Information and Computer Engineering College, Northeast Forestry University, Harbin 150040, China.
Department of Gynecology and Obstetrics, Tongji Hospital, Tongji Medical College, Huazhong University of Science and Technology, Wuhan, Hubei, China.
Comput Math Methods Med. 2021 Feb 23;2021:6691096. doi: 10.1155/2021/6691096. eCollection 2021.
Preeclampsia (PE) is a maternal disease that causes maternal and child death. Treatment and preventive measures are not sound enough. The problem of PE screening has attracted much attention. The purpose of this study is to screen placental mRNA to obtain the best PE biomarkers for identifying patients with PE. We use Limma in the R language to screen out the 48 differentially expressed genes with the largest differences and used correlation-based feature selection algorithms to reduce the dimensionality and avoid attribute redundancy arising from too many mRNA samples participating in the classification. After reducing the mRNA attributes, the mRNA samples are sorted from large to small according to information gain. In this study, a classifier model is designed to identify whether samples had PE through mRNA in the placenta. To improve the accuracy of classification and avoid overfitting, three classifiers, including C4.5, AdaBoost, and multilayer perceptron, are used. We use the majority voting strategy integrated with the differentially expressed genes and the genes filtered by the best subset method as comparison methods to train the classifier. The results show that the classification accuracy rate has increased from 79% to 82.2%, and the number of mRNA features has decreased from 48 to 13. This study provides clues for the main PE biomarkers of mRNA in the placenta and provides ideas for the treatment and screening of PE.
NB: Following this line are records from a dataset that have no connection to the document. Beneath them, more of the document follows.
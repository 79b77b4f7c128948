import { Ajv, type ErrorObject, type ValidateFunction } from 'ajv';
import schema from './bellgate.schema.json' with { type: 'json' };

/**
 * The JSON Schema of `.github/bellgate.yml` (draft-07), the same file that ships in the package
 * for editors. Draft-07 because it is what editor YAML plugins and ajv's default build support best.
 */
export const configSchema: Readonly<Record<string, unknown>> = schema;

let validate: ValidateFunction | undefined;

/**
 * Validates plain data (from the YAML tree) against the config schema and returns every error
 * (ajv allErrors, verbose so each error carries its schema node for wording). Compiled once.
 * @example schemaErrors({ defaults: { cutoff: 2 } })[0].keyword // 'exclusiveMaximum'
 */
export function schemaErrors(value: unknown): ErrorObject[] {
  // validateSchema: false skips checking our own schema against the draft-07 meta-schema on every
  // start (about 55 ms, test/bench/README.md); test/config/schema.test.ts checks it once instead.
  validate ??= new Ajv({ allErrors: true, verbose: true, strict: true, validateSchema: false }).compile(schema);
  return validate(value) ? [] : [...(validate.errors ?? [])];
}
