import { InputError } from '../../errors/input-error.js';
import { readHistoryText } from '../../history/file-store.js';
import { verifyHistory } from '../../history/verify.js';
import { visibleText } from '../../errors/visible-text.js';
import type { CommandContext } from '../context.js';
import { EXIT } from '../exit-codes.js';
import { resolvePath } from '../paths.js';

/**
 * The work of `bellgate verify`: lists the history file's
 * problems on stdout and sets exit 2 when there are any.
 * @throws InputError when the file is missing; StoreError when it is not a regular file or too large.
 * @example await runVerify(ctx, { history: '.bellgate/history.json' })
 */
export async function runVerify(ctx: CommandContext, options: { history: string }): Promise<void> {
  const text = readHistoryText(resolvePath(ctx, options.history));
  if (text === undefined) {
    throw new InputError(`cannot read --history ${options.history}: no such file`, {
      where: options.history,
      fix: 'check the path given to --history',
    });
  }
  const problems = verifyHistory(text);
  if (problems.length === 0) {
    ctx.io.stdout(`${options.history}: no problems found\n`);
    return;
  }
  // Problems quote metric names from the file: no control or bidi character reaches the terminal.
  for (const p of problems)
    ctx.io.stdout(visibleText(`${options.history}${p.where === '' ? '' : `:${p.where}`}: ${p.problem}`) + '\n');
  ctx.io.stderr(`bellgate: ${problems.length} problem${problems.length === 1 ? '' : 's'} in ${options.history}\n`);
  ctx.exitCode = EXIT.input;
}
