import { explainSchemaErrors } from './explain-schema-errors.js';
import { exactMatcher, type GlobCompiler } from './name-matchers.js';
import { problemsError, type ConfigProblem } from './problems.js';
import { schemaErrors } from './schema.js';
import { globList, toConfig } from './to-config.js';
import type { Config } from './types.js';
import type { YamlTree } from './tree.js';

type Data = Record<string, unknown>;

/**
 * The text a config reader parses: a leading byte-order mark dropped (editors on Windows write one).
 * @example configBody('\uFEFFkeep: 9\n') // 'keep: 9\n'
 */
export function configBody(text: string): string {
  return text.startsWith('\uFEFF') ? text.slice(1) : text;
}

/**
 * The second step of reading a config, after the YAML was read (readYamlTree in yaml-tree.ts, or
 * readPlainYaml in plain-yaml.ts for plain text): its problems, then the JSON Schema
 * (bellgate.schema.json). Returns the tree, or undefined when the file is empty or holds only
 * comments (the defaults apply). Imports no YAML code, so the lazy reader can skip the library.
 * @throws InputError listing every problem, at the "source:line:col" of the first.
 * @example checkedConfigTree(readYamlTree('cutoff: 2\n'), 'b.yml') // throws InputError at b.yml:1:1 (unknown key)
 */
export function checkedConfigTree(
  read: { tree?: YamlTree; problems: ConfigProblem[] },
  source: string,
): YamlTree | undefined {
  const { tree, problems } = read;
  if (!tree || problems.length > 0) throw problemsError(problems, source);
  if (tree.value === undefined || tree.value === null) return undefined;
  const schemaProblems = explainSchemaErrors(schemaErrors(tree.value), tree);
  if (schemaProblems.length > 0) throw problemsError(schemaProblems, source);
  return tree;
}

/**
 * The last step: the Config from a checked tree (to-config.ts), with the rules' globs compiled by
 * `globs`. @throws InputError for what the schema cannot say (a bad glob, window < min-runs, ...).
 * @example configFromTree(checkedConfigTree(readYamlTree('keep: 900\n'), 'b.yml')!, 'b.yml', exactNameCompiler).keep // 900
 */
export function configFromTree(tree: YamlTree, source: string, globs: GlobCompiler): Config {
  const built = toConfig(tree.value, tree, source, globs);
  if (built.problems.length > 0) throw problemsError(built.problems, source);
  return built.config;
}

/**
 * Whether any `metrics:` rule or `groups:` entry of a checked tree has a glob that is more than a
 * plain name (a group without `match` means "name/**"), so the glob library must be loaded.
 * @example needsGlobLibrary({ metrics: [{ match: 'latency/render' }] }) // false
 */
export function needsGlobLibrary(value: unknown): boolean {
  const root = (value ?? {}) as Data;
  const rules = (root.metrics ?? []) as Data[];
  const groups = (root.groups ?? []) as Data[];
  return (
    rules.some((rule) => !exactMatcher(globList(rule.match))) ||
    groups.some((group) => group.match === undefined || !exactMatcher(globList(group.match)))
  );
}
子痫前期(PE)是一种导致母婴死亡的产妇疾病。其治疗和预防措施并不完善。PE 的筛查问题引起了广泛关注。本研究旨在通过筛选胎盘 mRNA 获得最佳的 PE 生物标志物,以识别患有 PE 的患者。我们使用 R 语言中的 Limma 筛选出差异表达基因中差异最大的 48 个基因,并使用基于相关性的特征选择算法来降低维度,避免由于参与分类的 mRNA 样本过多而产生属性冗余。减少 mRNA 属性后,根据信息增益从小到大对 mRNA 样本进行排序。在本研究中,设计了一种通过胎盘 mRNA 识别样本是否患有 PE 的分类器模型。为了提高分类准确性并避免过拟合,使用了 C4.5、AdaBoost 和多层感知器三种分类器。我们使用集成差异表达基因和最佳子集方法筛选的基因的多数投票策略作为比较方法来训练分类器。结果表明,分类准确率从 79%提高到 82.2%,mRNA 特征数量从 48 个减少到 13 个。本研究为胎盘 mRNA 中 PE 的主要生物标志物提供了线索,并为 PE 的治疗和筛查提供了思路。